Rivers of London (Rivers of London #1)(61)



Predictably my headband torch had died, so Nightingale risked a werelight. Where the hole had been was now a shallow dish-shaped depression three metres across. The turf was completely destroyed, ground into a mix of dead grass and pulverised soil. Something round and dirty and white was resting near my foot. It was a skull. I picked it up.

‘Is that you, Nicholas?’ I asked.

‘Put that down, Peter,’ said Nightingale. ‘You don’t know where it’s been.’ He surveyed the mess we’d made of the garden. ‘The rector’s not going to be happy about this,’ he said.

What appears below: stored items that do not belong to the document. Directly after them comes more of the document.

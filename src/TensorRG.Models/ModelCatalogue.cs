namespace TensorRG.Models;

/// <summary>The models that can be named. One line each.</summary>
public static class ModelCatalogue
{
    /// <summary>All built-in models, in the order in which they are listed.</summary>
    public static IReadOnlyList<Model> All { get; } =
    [
        new IsingModel(),
        new PottsModel(),
        new ClockModel(),
        new SixVertexModel(),
    ];

    /// <summary>The model of that name.</summary>
    /// <param name="name">Name, in any case.</param>
    /// <exception cref="ModelException">There is none; the message lists those there are and suggests the nearest.</exception>
    public static Model Find(string name)
    {
        ArgumentNullException.ThrowIfNull(name);
        Model? found = All.FirstOrDefault(m => string.Equals(m.Name, name, StringComparison.OrdinalIgnoreCase));
        if (found is not null)
            return found;
        IReadOnlyList<string> known = [.. All.Select(m => m.Name)];
        throw new ModelException($"There is no model '{name}'.{NameSuggestion.Text(name, known)} There are: {string.Join(", ", known)}.");
    }
}
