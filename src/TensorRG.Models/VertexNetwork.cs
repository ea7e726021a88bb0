using System.Collections.Immutable;
using System.Numerics;

namespace TensorRG.Models;

/// <summary>
/// A square network of one four-leg tensor A[u,l,d,r] (up, left, down, right), described without any tensor type.
/// Leg d of a vertex meets leg u of the vertex below, leg r meets leg l of the vertex to the right, on the same basis:
/// <see cref="VerticalBond"/> for u and d, <see cref="HorizontalBond"/> for l and r.
/// The partition function of a torus of M vertices is Z = exp(M * LogPrefactor) times the contraction of the tensors,
/// and stands for M * SitesPerVertex lattice sites.
/// Legs u and l carry charge in, legs d and r carry charge out: A is zero unless q_u + q_l = q_d + q_r in the group.
/// </summary>
public sealed class VertexNetwork
{
    private readonly Func<int, int, int, int, Complex> element;

    private VertexNetwork(
        ImmutableArray<int> groupOrders,
        ImmutableArray<BondState> verticalBond,
        ImmutableArray<BondState> horizontalBond,
        Func<int, int, int, int, Complex> element,
        bool isReal)
    {
        GroupOrders = groupOrders;
        VerticalBond = verticalBond;
        HorizontalBond = horizontalBond;
        this.element = element;
        IsReal = isReal;
        CheckCharges();
    }

    /// <summary>The symmetry group, one order for each factor: N for Z_N, 0 for U(1); empty for the trivial group.</summary>
    public ImmutableArray<int> GroupOrders { get; }

    /// <summary>Basis of legs u and d.</summary>
    public ImmutableArray<BondState> VerticalBond { get; }

    /// <summary>Basis of legs l and r.</summary>
    public ImmutableArray<BondState> HorizontalBond { get; }

    /// <summary>True if every element is real.</summary>
    public bool IsReal { get; }

    /// <summary>Lattice sites that one vertex stands for.</summary>
    public required int SitesPerVertex { get; init; }

    /// <summary>Logarithm of the factor taken out of each vertex tensor, so that its largest element is about 1.</summary>
    public required double LogPrefactor { get; init; }

    /// <summary>A network of real tensors.</summary>
    /// <param name="groupOrders">The group: N for Z_N, 0 for U(1), empty for none.</param>
    /// <param name="verticalBond">Basis of legs u and d.</param>
    /// <param name="horizontalBond">Basis of legs l and r.</param>
    /// <param name="element">A[u,l,d,r] from the four basis indices; zero where charge is not conserved.</param>
    /// <param name="sitesPerVertex">Lattice sites per vertex.</param>
    /// <param name="logPrefactor">Logarithm of the factor taken out of each vertex.</param>
    /// <exception cref="ArgumentException">A charge does not fit the group.</exception>
    public static VertexNetwork Real(
        ImmutableArray<int> groupOrders,
        ImmutableArray<BondState> verticalBond,
        ImmutableArray<BondState> horizontalBond,
        Func<int, int, int, int, double> element,
        int sitesPerVertex,
        double logPrefactor)
        => new(groupOrders, verticalBond, horizontalBond, (u, l, d, r) => element(u, l, d, r), true)
        {
            SitesPerVertex = sitesPerVertex,
            LogPrefactor = logPrefactor,
        };

    /// <summary>A network of complex tensors; the arguments are those of <see cref="Real"/>.</summary>
    /// <param name="groupOrders">The group: N for Z_N, 0 for U(1), empty for none.</param>
    /// <param name="verticalBond">Basis of legs u and d.</param>
    /// <param name="horizontalBond">Basis of legs l and r.</param>
    /// <param name="element">A[u,l,d,r] from the four basis indices; zero where charge is not conserved.</param>
    /// <param name="sitesPerVertex">Lattice sites per vertex.</param>
    /// <param name="logPrefactor">Logarithm of the factor taken out of each vertex.</param>
    /// <exception cref="ArgumentException">A charge does not fit the group.</exception>
    public static VertexNetwork OfComplex(
        ImmutableArray<int> groupOrders,
        ImmutableArray<BondState> verticalBond,
        ImmutableArray<BondState> horizontalBond,
        Func<int, int, int, int, Complex> element,
        int sitesPerVertex,
        double logPrefactor)
        => new(groupOrders, verticalBond, horizontalBond, element, false)
        {
            SitesPerVertex = sitesPerVertex,
            LogPrefactor = logPrefactor,
        };

    /// <summary>A[u,l,d,r].</summary>
    /// <param name="u">State of the upper leg.</param>
    /// <param name="l">State of the left leg.</param>
    /// <param name="d">State of the lower leg.</param>
    /// <param name="r">State of the right leg.</param>
    public Complex Element(int u, int l, int d, int r) => element(u, l, d, r);

    /// <summary>A[u,l,d,r] of a real network.</summary>
    /// <param name="u">State of the upper leg.</param>
    /// <param name="l">State of the left leg.</param>
    /// <param name="d">State of the lower leg.</param>
    /// <param name="r">State of the right leg.</param>
    /// <exception cref="InvalidOperationException">The network is complex.</exception>
    public double RealElement(int u, int l, int d, int r)
        => IsReal
            ? element(u, l, d, r).Real
            : throw new InvalidOperationException("The elements of this network are complex: use Element.");

    /// <summary>True if q_u + q_l = q_d + q_r, so that A[u,l,d,r] may differ from zero.</summary>
    /// <param name="u">State of the upper leg.</param>
    /// <param name="l">State of the left leg.</param>
    /// <param name="d">State of the lower leg.</param>
    /// <param name="r">State of the right leg.</param>
    public bool ConservesCharge(int u, int l, int d, int r)
    {
        for (int i = 0; i < GroupOrders.Length; i++)
        {
            int flow = VerticalBond[u].Charge[i] + HorizontalBond[l].Charge[i]
                - VerticalBond[d].Charge[i] - HorizontalBond[r].Charge[i];
            if (GroupOrders[i] == 0 ? flow != 0 : flow % GroupOrders[i] != 0)
                return false;
        }
        return true;
    }

    /// <summary>The same network, same basis, with the charges forgotten (the trivial group).</summary>
    public VertexNetwork Ungraded() => new([], Forget(VerticalBond), Forget(HorizontalBond), element, IsReal)
    {
        SitesPerVertex = SitesPerVertex,
        LogPrefactor = LogPrefactor,
    };

    private static ImmutableArray<BondState> Forget(ImmutableArray<BondState> bond)
        => [.. bond.Select(s => s with { Charge = [] })];

    private void CheckCharges()
    {
        foreach (BondState state in VerticalBond.Concat(HorizontalBond))
        {
            bool fits = state.Charge.Length == GroupOrders.Length
                && state.Charge.Zip(GroupOrders).All(c => c.Second == 0 || (c.First >= 0 && c.First < c.Second));
            if (!fits)
                throw new ArgumentException($"The charge of bond state '{state.Label}' does not fit the group; give one component per factor, 0..N-1 for Z_N.");
        }
    }
}
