using System.Collections.Immutable;

namespace TensorRG.Models;

/// <summary>One basis state of a bond of the network.</summary>
/// <param name="Label">What the state is, for people.</param>
/// <param name="Charge">Its charge, one component for each factor of the group; empty for the trivial group.</param>
public sealed record BondState(string Label, ImmutableArray<int> Charge);
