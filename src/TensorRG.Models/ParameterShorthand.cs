using System.Collections.Immutable;

namespace TensorRG.Models;

/// <summary>
/// A name that sets several parameters to one value, such as J for Jx and Jy. It is no parameter itself and is not
/// stored: a <see cref="ParameterSet"/> holds the parameters that it set.
/// </summary>
/// <param name="Name">Name by which it is set.</param>
/// <param name="Targets">Names of the parameters that it sets.</param>
/// <param name="Meaning">What it means, in one line.</param>
public sealed record ParameterShorthand(string Name, ImmutableArray<string> Targets, string Meaning);
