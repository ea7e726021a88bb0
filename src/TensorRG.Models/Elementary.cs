namespace TensorRG.Models;

/// <summary>Elementary functions that keep their relative accuracy near zero and do not overflow, to a few units in the last place.</summary>
internal static class Elementary
{
    /// <summary>exp(x) - 1 (W. Kahan's correction of the rounded exponential; common practice).</summary>
    public static double ExpM1(double x)
    {
        double u = Math.Exp(x);
        if (u == 1)
            return x;
        double difference = u - 1;
        if (difference == -1 || double.IsInfinity(u))
            return difference;
        return difference * x / Math.Log(u);
    }

    /// <summary>ln(1 + x) for x &gt;= -1 (W. Kahan's correction of the rounded sum; common practice).</summary>
    public static double Log1P(double x)
    {
        double u = 1 + x;
        if (u == 1)
            return x;
        return double.IsInfinity(u) ? u : Math.Log(u) * x / (u - 1);
    }

    /// <summary>ln cosh x for any x.</summary>
    public static double LogCosh(double x)
    {
        double a = Math.Abs(x);
        if (a > 1)
            return a + Log1P(Math.Exp(-2 * a)) - Constants.Ln2;
        double s = Math.Sinh(a / 2);
        return Log1P(2 * s * s);
    }
}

I put the skull down, and as I did, I noticed something else embedded into the ground. It was a pewter badge depicting a dancing skeleton. I recognised it as the one Nicholas Wallpenny had ‘worn’. He must have been buried in it.

‘We did say we were hunting vandals,’ I said.

I picked up the badge and felt just the tiniest flash of tobacco smoke, beer and horses.

‘Perhaps,’ said Nightingale. ‘But I doubt he’s going to accept that as an explanation.’

‘A gas leak, maybe?’ I said.

‘There’s no gas main running under the church,’ said Nightingale. ‘He may become suspicious.’

‘Not if we tell him the gas leak story is a cover for digging up an unexploded bomb,’ I said.

‘A UXB?’ asked Nightingale. ‘Why make it that complicated?’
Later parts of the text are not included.